“I hate fashion. Fashion is about what is happening right now and I don't care for that… I wear whatever I want, and I think what I wear reflects how I feel that day and how I want to feel."
So says Patrick Wolf; the 25 year old South London kid with enough musical talent to rival the Philharmonic Orchestra. Born in 1983 as Patrick Denis Apps, the self-styled visionary began recording his dulcet tones aged just twelve, scooting out of home at 16 with an ability to play harp, guitar, piano, organ, accordion, ukulele, viola and violin.
‘Wolf’ as a stage name suggests a ‘primal savage’ (or an adolescent love for hit TV show Gladiators), reflecting his stubbornly wild nature and a determination to make it.
His voracious desire is similarly reflected in his aesthetic fervour; a possible reaction to the formal training of his music education. But Wolf refuses to become a slave to fashion.
Similarly reticent to be defined by sexuality, he eventually answered his critics with a vague claim: “My sexuality is kind of liberal. I fall in love with men and women. I guess you would call me bisexual. I like to have sex and fall in love – I don’t like giving terminology for my sexuality.”
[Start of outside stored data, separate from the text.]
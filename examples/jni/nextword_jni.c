/* JNI shim over the nextword C API for Android/JVM callers (Kotlin: NextwordNative.kt,
 * Java: org/example/nextword/NextwordNative.java, the same native methods).
 *
 * Text crosses the boundary as UTF-8 byte arrays, not jstring: JNI's own UTF conversion is
 * "modified UTF-8" (supplementary characters as surrogate pairs), which is not the UTF-8
 * the library and its model files use. Words come back NUL-separated in one byte array.
 *
 * Threads: one model (nw_model) may be shared; each thread needs its own session.
 * Build (Linux, as tests/test_native.py does):
 *   cc -shared -fPIC -Wall -Wextra -Werror -I$JAVA_HOME/include -I$JAVA_HOME/include/linux \
 *      -I../../native/include nextword_jni.c -L<build> -lnextword -o libnextword_jni.so
 */
#include <jni.h>
#include <stdint.h>
#include <string.h>

#include "nextword.h"

static void throw_error(JNIEnv *env, const nw_error *err) {
    jclass cls = (*env)->FindClass(env, err->code == NW_E_ARG ? "java/lang/IllegalArgumentException" : "java/io/IOException");
    if (cls) (*env)->ThrowNew(env, cls, err->message);
}

JNIEXPORT jlong JNICALL Java_org_example_nextword_NextwordNative_open(JNIEnv *env, jclass cls, jbyteArray path) {
    (void)cls;
    jsize n = (*env)->GetArrayLength(env, path);
    char buf[4096];
    if (n <= 0 || n >= (jsize)sizeof buf) {
        nw_error e = {NW_E_ARG, "path is empty or too long"};
        throw_error(env, &e);
        return 0;
    }
    (*env)->GetByteArrayRegion(env, path, 0, n, (jbyte *)buf);
    buf[n] = 0;
    nw_model *m = NULL;
    nw_error err;
    if (nw_open(buf, &m, &err) != NW_OK) {
        throw_error(env, &err);
        return 0;
    }
    return (jlong)(intptr_t)m;
}

JNIEXPORT void JNICALL Java_org_example_nextword_NextwordNative_close(JNIEnv *env, jclass cls, jlong model) {
    (void)env; (void)cls;
    nw_close((nw_model *)(intptr_t)model);
}

JNIEXPORT jlong JNICALL Java_org_example_nextword_NextwordNative_sessionNew(JNIEnv *env, jclass cls, jlong model) {
    (void)cls;
    nw_session *s = NULL;
    nw_error err;
    if (nw_session_new((const nw_model *)(intptr_t)model, &s, &err) != NW_OK) {
        throw_error(env, &err);
        return 0;
    }
    return (jlong)(intptr_t)s;
}

JNIEXPORT void JNICALL Java_org_example_nextword_NextwordNative_sessionFree(JNIEnv *env, jclass cls, jlong session) {
    (void)env; (void)cls;
    nw_session_free((nw_session *)(intptr_t)session);
}

/* words as UTF-8, NUL-separated; probs[i] receives the i-th probability (probs.length >= k) */
JNIEXPORT jbyteArray JNICALL Java_org_example_nextword_NextwordNative_suggest(JNIEnv *env, jclass cls, jlong session,
                                                                               jbyteArray text, jint k, jdoubleArray probs) {
    (void)cls;
    if (k < 1 || k > NW_MAX_K || (*env)->GetArrayLength(env, probs) < k) {
        nw_error e = {NW_E_ARG, "k must be in [1, 64] and probs must have room for k values"};
        throw_error(env, &e);
        return NULL;
    }
    jsize n = (*env)->GetArrayLength(env, text);
    /* the library reads at most the last 256 characters (4 bytes each at most): the last 1,032
     * bytes hold them and at least one more character when the text has more, so the library
     * still sees that the text was cut */
    jsize from = n > 1032 ? n - 1032 : 0;
    char in[1032];
    (*env)->GetByteArrayRegion(env, text, from, n - from, (jbyte *)in);
    size_t start = 0;
    while (start < (size_t)(n - from) && ((unsigned char)in[start] & 0xC0) == 0x80) start++; /* a whole character */
    nw_suggestion out[NW_MAX_K];
    char buf[NW_MAX_K * 128];
    size_t got = 0;
    nw_error err;
    if (nw_suggest((nw_session *)(intptr_t)session, in + start, (size_t)(n - from) - start, (int)k, out, &got, buf, sizeof buf,
                   &err) != NW_OK) {
        throw_error(env, &err);
        return NULL;
    }
    size_t total = 0;
    double p[NW_MAX_K];
    for (size_t i = 0; i < got; i++) {
        total += out[i].len + 1;
        p[i] = out[i].prob;
    }
    (*env)->SetDoubleArrayRegion(env, probs, 0, (jsize)got, p);
    jbyteArray words = (*env)->NewByteArray(env, (jsize)(total ? total - 1 : 0));
    if (!words) return NULL;
    size_t at = 0;
    for (size_t i = 0; i < got; i++) { /* the words are NUL-terminated in buf, back to back */
        (*env)->SetByteArrayRegion(env, words, (jsize)at, (jsize)(out[i].len + (i + 1 < got)), (const jbyte *)out[i].word);
        at += out[i].len + 1;
    }
    return words;
}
Breaking onto the music scene with a thatch of red hair and looming height (he’s well over 6 ft), Wolf’s physique made quite a statement before he even opened his mouth. The cover of his 2007 album, The Magic Position, shows Wolf larking about on a carousel, dressed like an overgrown schoolboy. His look owes a lot to the theatricality of Bowie and the whimsical abandon of Kate Bush.
His gigging outfits combine checked shirts, shorts, braces, capes and sequined waistcoats; treating outfits like instrumental arrangements with insertions of random accessories just to throw you off or keep you guessing. His singular aesthetic found itself included in Mario Testino’s Burberry A/W O7/08 campaign, in which Patrick played model alongside other members of the British music scene and models of the moment.
Boy wonder has toned down his rainbow look in 2008: gone is the flame red hair and acid brights. The clothes have stayed as flamboyant, but his look has matured into a range of muted shades and a more natural hair vibe. That’s not to say Wolf has dulled - he still rocks a midriff skimming top with feather trousers (NME Awards 2008), but this new direction may hark a new maturity for our grown up cub.
God only he knows where his look will travel, but as he once claimed: "My life is like a big circle, a circle I've gone around about 10,000 times.”